A certa altura, Emílio Surita, o apresentador, especula sobre o que acontecerá caso o ex-presidente perca a ação no TSE: “É aquilo que você falou, né? Ele vira vítima mesmo”. O entrevistado responde: “Aí nós vamos ver como o povo vai reagir a isso”.
Ao que tudo indica, se houver manifestações mais densas nas igrejas em prol de Bolsonaro, elas acontecerão depois de uma eventual condenação. Feliciano reconhece isso, mas enverniza a possibilidade com tintas religiosas. “Se tornarem Bolsonaro inelegível, cometerão uma injustiça”, diz à Folha. “Nosso povo evangélico, ordeiro, reagirá com suas orações, clamando aos céus por uma verdadeira justiça.”
Malafaia é a barulhenta exceção. O pastor diz falar pouco com o amigo no banco dos réus, em trocas no WhatsApp, e relativiza a inércia que tomou um segmento outro dia mesmo tão comprometido com o bolsonarismo.
“Do que adianta mobilização contra um tribunal que deixou de ser o Tribunal Superior Eleitoral para ser o Tribunal Superior da Injustiça e da Política? O [Deltan] Dallagnol mostrou a covardia inescrupulosa de um tribunal que, ao arrepio da lei, cassa um cara”, diz, citando o deputado batista cassado pela corte, um desfecho que enfureceu muitos pastores.
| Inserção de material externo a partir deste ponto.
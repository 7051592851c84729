package web_test

import (
	"context"
	"fmt"
	"log"
	"os"
	"os/signal"

	"github.com/rs/zerolog"

	"rolloff/driver/bench"
	"rolloff/sweep/store"
	"rolloff/web"
)

// ExampleNew serves the demo simulated bench on loopback until the
// program is interrupted.
func ExampleNew() {
	ctx, stop := signal.NotifyContext(context.Background(), os.Interrupt)
	defer stop()
	b, err := bench.OpenDemo(ctx, zerolog.Nop())
	if err != nil {
		log.Fatal(err)
	}
	defer b.Close() // output off, sessions closed
	st, err := store.Open("runs")
	if err != nil {
		log.Fatal(err)
	}
	srv, err := web.New(web.Config{Addr: web.DefaultAddr, Bench: b, Store: st})
	if err != nil {
		log.Fatal(err)
	}
	fmt.Println("open", srv.URL())
	if err := srv.Serve(ctx); err != nil {
		log.Fatal(err)
	}
}
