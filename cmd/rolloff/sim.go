package main

import (
	"context"
	"errors"
	"flag"
	"fmt"
	"os"

	"rolloff/configs"
	"rolloff/driver/profile"
	"rolloff/driver/sim"
)

func init() {
	register(&command{
		name:    "sim",
		summary: "serve the simulated bench's instruments on loopback TCP",
		run:     runSim,
	})
}

// runSim starts the simulated bench of a bench file as SCPI servers on
// 127.0.0.1 and serves until interrupted.
func runSim(ctx context.Context, env *cmdEnv, args []string) error {
	fs := flag.NewFlagSet("sim", flag.ContinueOnError)
	fs.SetOutput(env.stderr)
	benchPath := fs.String("bench", "configs/"+configs.SimBench, "bench file with a [sim] table (the embedded file of that name when it is not on disk)")
	serial := fs.Bool("serial", false, "also serve the generator on a pseudo-terminal")
	fs.Usage = func() {
		fmt.Fprintf(env.stderr, "usage: rolloff sim [--bench FILE] [--serial]\n\n"+
			"Serves the simulated bench's instruments as SCPI servers on 127.0.0.1 and\n"+
			"prints one line per instrument (role and address), then serves until\n"+
			"interrupted.\n\n")
		fs.PrintDefaults()
	}
	if err := fs.Parse(args); err != nil {
		return err
	}
	if fs.NArg() > 0 {
		fs.Usage()
		return &exitError{code: 2, err: fmt.Errorf("unexpected argument %q", fs.Arg(0))}
	}
	cfg, err := loadSimBench(*benchPath)
	if err != nil {
		return err
	}
	if cfg.Sim == nil {
		return fmt.Errorf("%s has no [sim] table: nothing to simulate", cfg.File)
	}
	sc, err := sim.FromBenchFile(cfg)
	if err != nil {
		return err
	}
	b, err := sim.New(*sc)
	if err != nil {
		return fmt.Errorf("%s: %w", cfg.File, err)
	}
	defer b.Close()
	if err := b.Start(ctx); err != nil {
		return err
	}
	for _, role := range sim.Roles {
		fmt.Fprintf(env.stdout, "%s %s\n", role, b.Addr(role))
	}
	if *serial {
		path, err := b.ServeSerial(sim.RoleGenerator)
		if err != nil {
			return fmt.Errorf("serving the generator on a pseudo-terminal: %w", err)
		}
		fmt.Fprintf(env.stdout, "%s-serial serial://%s\n", sim.RoleGenerator, path)
	}
	env.log.Info().Str("bench", cfg.File).Float64("time_scale", b.TimeScale()).Msg("simulated bench serving; interrupt to stop")
	<-ctx.Done()
	return b.Close()
}

// loadSimBench loads a bench file from disk, or the embedded file of the
// same base name under configs/ when the path does not exist on disk.
func loadSimBench(path string) (*profile.BenchFile, error) {
	if _, err := os.Stat(path); err == nil {
		return profile.LoadBench(path)
	} else if !errors.Is(err, os.ErrNotExist) {
		return nil, err
	}
	if name, ok := embeddedName(path); ok {
		return configs.LoadBench(name)
	}
	return nil, fmt.Errorf("bench file %s: not found (embedded bench files: configs/%s)", path, configs.SimBench)
}

// embeddedName maps "configs/NAME" or "NAME" to an embedded file name.
func embeddedName(path string) (string, bool) {
	for _, n := range configs.Names() {
		if path == n || path == "configs/"+n {
			return n, true
		}
	}
	return "", false
}
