// Command rolloff measures the frequency response of an amplifier, filter
// or preamp on a SCPI bench, unattended, and exports a report-grade result.
//
// Each subcommand lives in its own file and registers itself with
// register; main parses the global flags, sets up logging and dispatches.
package main

import (
	"context"
	"errors"
	"flag"
	"fmt"
	"io"
	"os"
	"os/signal"
	"sort"
	"syscall"
	"time"

	"github.com/mattn/go-isatty"
	"github.com/rs/zerolog"
)

// command is one rolloff subcommand.
type command struct {
	name    string
	summary string // one line for the usage list
	// run executes the subcommand with its own arguments. The context is
	// cancelled on SIGINT/SIGTERM. A returned error is printed and makes
	// the exit status non-zero.
	run func(ctx context.Context, env *cmdEnv, args []string) error
}

// cmdEnv is what every subcommand receives.
type cmdEnv struct {
	log    zerolog.Logger
	stdout io.Writer
	stderr io.Writer
	stdin  io.Reader
	tty    bool // stderr is a terminal
}

var commands = map[string]*command{}

func register(c *command) {
	if c.name == "" || commands[c.name] != nil {
		panic("rolloff: bad or duplicate command " + c.name)
	}
	commands[c.name] = c
}

// exitError carries a specific exit status.
type exitError struct {
	code int
	err  error
}

func (e *exitError) Error() string { return e.err.Error() }
func (e *exitError) Unwrap() error { return e.err }

func usage(w io.Writer) {
	fmt.Fprintf(w, "usage: rolloff [--log-level LEVEL] COMMAND [ARGS]\n\ncommands:\n")
	names := make([]string, 0, len(commands))
	for n := range commands {
		names = append(names, n)
	}
	sort.Strings(names)
	for _, n := range names {
		fmt.Fprintf(w, "  %-9s %s\n", n, commands[n].summary)
	}
	fmt.Fprintf(w, "\nRun 'rolloff COMMAND -h' for a command's options.\n")
}

// newLogger returns a console logger on a terminal, JSON lines otherwise.
func newLogger(w io.Writer, tty bool, level zerolog.Level) zerolog.Logger {
	var out io.Writer = w
	if tty {
		out = zerolog.ConsoleWriter{Out: w, TimeFormat: time.TimeOnly}
	}
	return zerolog.New(out).Level(level).With().Timestamp().Logger()
}

func main() {
	os.Exit(realMain(os.Args[1:], os.Stdin, os.Stdout, os.Stderr))
}

func realMain(args []string, stdin io.Reader, stdout, stderr io.Writer) int {
	fs := flag.NewFlagSet("rolloff", flag.ContinueOnError)
	fs.SetOutput(stderr)
	logLevel := fs.String("log-level", "info", "log level: trace, debug, info, warn, error")
	fs.Usage = func() { usage(stderr) }
	if err := fs.Parse(args); err != nil {
		if errors.Is(err, flag.ErrHelp) {
			return 0
		}
		return 2
	}
	level, err := zerolog.ParseLevel(*logLevel)
	if err != nil || *logLevel == "" {
		fmt.Fprintf(stderr, "rolloff: --log-level %q: want one of trace, debug, info, warn, error\n", *logLevel)
		return 2
	}
	if fs.NArg() == 0 {
		usage(stderr)
		return 2
	}
	name := fs.Arg(0)
	c := commands[name]
	if c == nil {
		fmt.Fprintf(stderr, "rolloff: unknown command %q\n\n", name)
		usage(stderr)
		return 2
	}
	tty := false
	if f, ok := stderr.(*os.File); ok {
		tty = isatty.IsTerminal(f.Fd())
	}
	env := &cmdEnv{log: newLogger(stderr, tty, level), stdout: stdout, stderr: stderr, stdin: stdin, tty: tty}
	ctx, stop := signal.NotifyContext(context.Background(), os.Interrupt, syscall.SIGTERM)
	defer stop()
	if err := c.run(ctx, env, fs.Args()[1:]); err != nil {
		if errors.Is(err, flag.ErrHelp) {
			return 0
		}
		fmt.Fprintf(stderr, "rolloff %s: %v\n", name, err)
		var ee *exitError
		if errors.As(err, &ee) {
			return ee.code
		}
		return 1
	}
	return 0
}
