package web

import (
	"bytes"
	"net/http"

	"rolloff/web/guard"
	"rolloff/web/page"
)

// linePage serves the production-line page (GET /line), handing it the
// token as the index page does.
func (s *Server) linePage(w http.ResponseWriter, r *http.Request) {
	d := page.Data{NeedToken: s.guard.TokenRequired(), Version: s.cfg.Version}
	if d.NeedToken {
		if code := r.URL.Query().Get("once"); code != "" {
			if t, ok := s.guard.ExchangeOnce(code); ok {
				d.Token = t
			} else {
				guard.WriteError(w, http.StatusForbidden, "once", "this one-time link was used already or is unknown")
				return
			}
		} else if isLoopbackRemote(r) {
			d.Token = s.guard.Token()
		}
	}
	var buf bytes.Buffer
	if err := page.Line(&buf, d); err != nil {
		s.fail(w, err)
		return
	}
	securityHeaders(w, r)
	w.Header().Set("Content-Type", "text/html; charset=utf-8")
	_, _ = w.Write(buf.Bytes())
}
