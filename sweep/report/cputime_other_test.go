//go:build !unix

package report

import "time"

func cpuTime() time.Duration { return 0 }
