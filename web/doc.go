// Package web is the daemon's HTTP face: a JSON API to start, follow and
// steer sweeps on one bench, a websocket that streams each run live, the
// embedded page, and the locking rules that keep all of it to its owner.
//
// Routes (JSON; errors are {"error": "...", "field": "..."} with a 4xx
// status):
//
//	GET  /api/bench                     instruments, roles, identities, limits, converter ranges
//	GET  /api/runs                      every run, newest first (?unit=U&batch=B: those of a unit, a batch)
//	POST /api/runs                      a plan (JSON, the plan file's fields) or
//	                                    {"plan_toml": "...", "file_name": "..."}; 201 {"id": ...}
//	POST /api/plan/estimate             points and duration of a plan, before starting it
//	GET  /api/runs/{id}                 state, progress, ETA, pending prompt, result
//	POST /api/runs/{id}/pause|resume|abort   body {} or none; resume continues an
//	                                    interrupted run from the store
//	POST /api/runs/{id}/confirm         {"prompt_id": n, "range_index": i}
//	GET  /api/runs/{id}/points          stored points (?from_seq=n)
//	GET  /api/runs/{id}/files/{name}    response.csv, result.json, response.png|svg|pdf, report.pdf
//	GET  /api/overlay.png|svg|pdf       ?runs=a,b[&diff=1]
//	GET  /api/runs/{id}/live            websocket: event.Event JSON messages; on
//	                                    connect the run so far, then every event; a
//	                                    last {"type":"closing"} before a shutdown
//
// Locking: requests whose Host is not the daemon's own address, localhost
// or a loopback literal are refused (403) before routing; POST requests
// and websocket upgrades must come from the daemon's own Origin or none
// (403); state changes are POST with application/json only (405, 415);
// bodies are limited to 1 MiB (413); no CORS header is ever sent. A
// daemon listening on anything but loopback requires a token (header
// X-Rolloff-Token, or the websocket subprotocol "rolloff-token.T"), which
// the page gets from a one-time link (/?once=...) or, over loopback, with
// the page itself.
package web
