package main

import (
	"bufio"
	"context"
	"io"
	"regexp"
	"strings"
	"testing"
	"time"

	"rolloff/driver/scpi"
	"rolloff/driver/transport"
)

// TestSimCommand runs `rolloff sim` on the embedded demo bench, reads the
// address lines it prints, talks SCPI to the generator through the real
// transport, and stops it by cancelling its context.
func TestSimCommand(t *testing.T) {
	ctx, cancel := context.WithCancel(context.Background())
	defer cancel()
	pr, pw := io.Pipe()
	env := &cmdEnv{log: newLogger(io.Discard, false, 0), stdout: pw, stderr: io.Discard, stdin: strings.NewReader("")}
	done := make(chan error, 1)
	go func() {
		err := runSim(ctx, env, []string{"--bench", "configs/sim-bench.toml", "--serial"})
		pw.Close()
		done <- err
	}()
	line := regexp.MustCompile(`^(generator|voltmeter|switch|dmm) (tcp://127\.0\.0\.1:\d+)$|^(generator-serial) (serial:///dev/\S+)$`)
	addrs := map[string]string{}
	sc := bufio.NewScanner(pr)
	for len(addrs) < 5 && sc.Scan() {
		m := line.FindStringSubmatch(sc.Text())
		if m == nil {
			t.Fatalf("unexpected line %q", sc.Text())
		}
		addrs[m[1]+m[3]] = m[2] + m[4]
	}
	if len(addrs) != 5 {
		t.Fatalf("addresses printed: %v", addrs)
	}
	go io.Copy(io.Discard, pr)
	qctx, qcancel := context.WithTimeout(ctx, 5*time.Second)
	defer qcancel()
	for _, addr := range []string{addrs["generator"], addrs["generator-serial"]} {
		conn, err := transport.Open(qctx, addr, transport.Opts{})
		if err != nil {
			t.Fatalf("%s: %v", addr, err)
		}
		sess := scpi.New(conn, nil)
		id, err := sess.Identify(qctx)
		if err != nil || id.Model != "SIM-GEN-1" {
			t.Errorf("%s: *IDN? = %+v, %v", addr, id, err)
		}
		sess.Close()
	}
	cancel()
	select {
	case err := <-done:
		if err != nil {
			t.Errorf("rolloff sim returned %v after interrupt", err)
		}
	case <-time.After(5 * time.Second):
		t.Fatal("rolloff sim did not stop on interrupt")
	}
}

func TestSimCommandNoSim(t *testing.T) {
	env := &cmdEnv{log: newLogger(io.Discard, false, 0), stdout: io.Discard, stderr: io.Discard, stdin: strings.NewReader("")}
	err := runSim(context.Background(), env, []string{"--bench", "configs/bench-example.toml"})
	if err == nil || !strings.Contains(err.Error(), "no [sim] table") {
		t.Errorf("rolloff sim on a real bench = %v, want a no-[sim] error", err)
	}
}
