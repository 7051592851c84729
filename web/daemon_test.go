package web

import (
	"bufio"
	"context"
	"fmt"
	"io"
	"os"
	"os/exec"
	"strconv"
	"strings"
	"testing"
	"time"

	"github.com/rs/zerolog"

	"rolloff/configs"
	"rolloff/driver/bench"
	"rolloff/sweep/store"
)

// The test binary doubles as a daemon for the benchmarks that must see
// the daemon's own process: ROLLOFF_TEST_DAEMON is "source:POINTS:INTERVAL"
// (the fast point source) or "demo:SCALE" (the real scheduler on the
// simulated bench), ROLLOFF_TEST_DIR the store directory. It prints its
// URL on a line and serves until its standard input closes.
func TestMain(m *testing.M) {
	if mode := os.Getenv("ROLLOFF_TEST_DAEMON"); mode != "" {
		if err := runTestDaemon(mode, os.Getenv("ROLLOFF_TEST_DIR")); err != nil {
			fmt.Fprintln(os.Stderr, err)
			os.Exit(1)
		}
		os.Exit(0)
	}
	os.Exit(m.Run())
}

func runTestDaemon(mode, dir string) error {
	parts := strings.Split(mode, ":")
	var srv *Server
	var stop func()
	switch {
	case parts[0] == "source" && len(parts) == 3:
		n, _ := strconv.Atoi(parts[1])
		iv, err := time.ParseDuration(parts[2])
		if err != nil {
			return err
		}
		s, be, st, err := newSourceServer(n, iv, dir)
		if err != nil {
			return err
		}
		be.startDelay = 300 * time.Millisecond
		srv, stop = s, st
	case parts[0] == "demo" && len(parts) == 2:
		scale, _ := strconv.ParseFloat(parts[1], 64)
		cfg, err := configs.LoadBench(configs.SimBench)
		if err != nil {
			return err
		}
		cfg.TimeScale = scale
		b, err := bench.Open(context.Background(), cfg, zerolog.Nop())
		if err != nil {
			return err
		}
		if err := b.Sim.SelectRange(8); err != nil {
			return err
		}
		st, err := store.Open(dir)
		if err != nil {
			return err
		}
		s, err := New(Config{Addr: "127.0.0.1:0", Log: zerolog.Nop(), Bench: b, Store: st})
		if err != nil {
			return err
		}
		ctx, cancel := context.WithCancel(context.Background())
		served := make(chan error, 1)
		go func() { served <- s.Serve(ctx) }()
		srv, stop = s, func() { cancel(); <-served; b.Close() }
	default:
		return fmt.Errorf("ROLLOFF_TEST_DAEMON=%q: want source:N:INTERVAL or demo:SCALE", mode)
	}
	fmt.Println(strings.TrimSuffix(srv.URL(), "/"))
	_, _ = io.Copy(io.Discard, os.Stdin)
	stop()
	return nil
}

// testDaemon runs the test binary as a daemon subprocess.
type testDaemon struct {
	cmd   *exec.Cmd
	stdin io.WriteCloser
	base  string
	dir   string
}

func startTestDaemon(tb testing.TB, mode string) *testDaemon {
	tb.Helper()
	dir := tb.TempDir()
	cmd := exec.Command(os.Args[0], "-test.run=^$")
	cmd.Env = append(os.Environ(), "ROLLOFF_TEST_DAEMON="+mode, "ROLLOFF_TEST_DIR="+dir)
	cmd.Stderr = os.Stderr
	in, err := cmd.StdinPipe()
	if err != nil {
		tb.Fatal(err)
	}
	out, err := cmd.StdoutPipe()
	if err != nil {
		tb.Fatal(err)
	}
	if err := cmd.Start(); err != nil {
		tb.Fatal(err)
	}
	line, err := bufio.NewReader(out).ReadString('\n')
	if err != nil {
		cmd.Process.Kill()
		tb.Fatalf("test daemon: %v", err)
	}
	return &testDaemon{cmd: cmd, stdin: in, base: strings.TrimSpace(line), dir: dir}
}

func (d *testDaemon) stop() {
	d.stdin.Close()
	done := make(chan struct{})
	go func() { d.cmd.Wait(); close(done) }()
	select {
	case <-done:
	case <-time.After(10 * time.Second):
		d.cmd.Process.Kill()
		<-done
	}
}

// rssMB reads a process's resident set size from /proc/PID/status.
func rssMB(pid int) float64 {
	data, err := os.ReadFile("/proc/" + strconv.Itoa(pid) + "/status")
	if err != nil {
		return 0
	}
	for _, l := range strings.Split(string(data), "\n") {
		if v, ok := strings.CutPrefix(l, "VmRSS:"); ok {
			kb, _ := strconv.ParseFloat(strings.TrimSuffix(strings.TrimSpace(v), " kB"), 64)
			return kb / 1024
		}
	}
	return 0
}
Chegou a circular na internet a fake news de que o líder evangélico faria greve de fome se o amigo tivesse os direitos políticos suspensos pelo TSE. Malafaia nega. “Isso é palhaçada de um vagabundo. A única coisa de fome que faço é o jejum para me aproximar de Deus.”
Ele divulgou na terça (20) o que definiu à reportagem como “o vídeo mais violento, de botar para arregaçar, o mais duro que já fiz contra essa patifaria da ditadura do Judiciário”.
Na peça, Malafaia afirma que a reunião com embaixadores que enseja a ação eleitoral contra o ex-presidente não teve nada demais. Bolsonaro, ironiza o pastor, só falou da “santa, imaculada e inerrante urna eletrônica” e “contra os 11 deuses do olimpo do STF”.
Se os ministros do TSE culpabilizarem Bolsonaro, irão transformá-lo “na maior vitima politica da história do Brasil” e no “maior cabo eleitoral deste país”, conclui.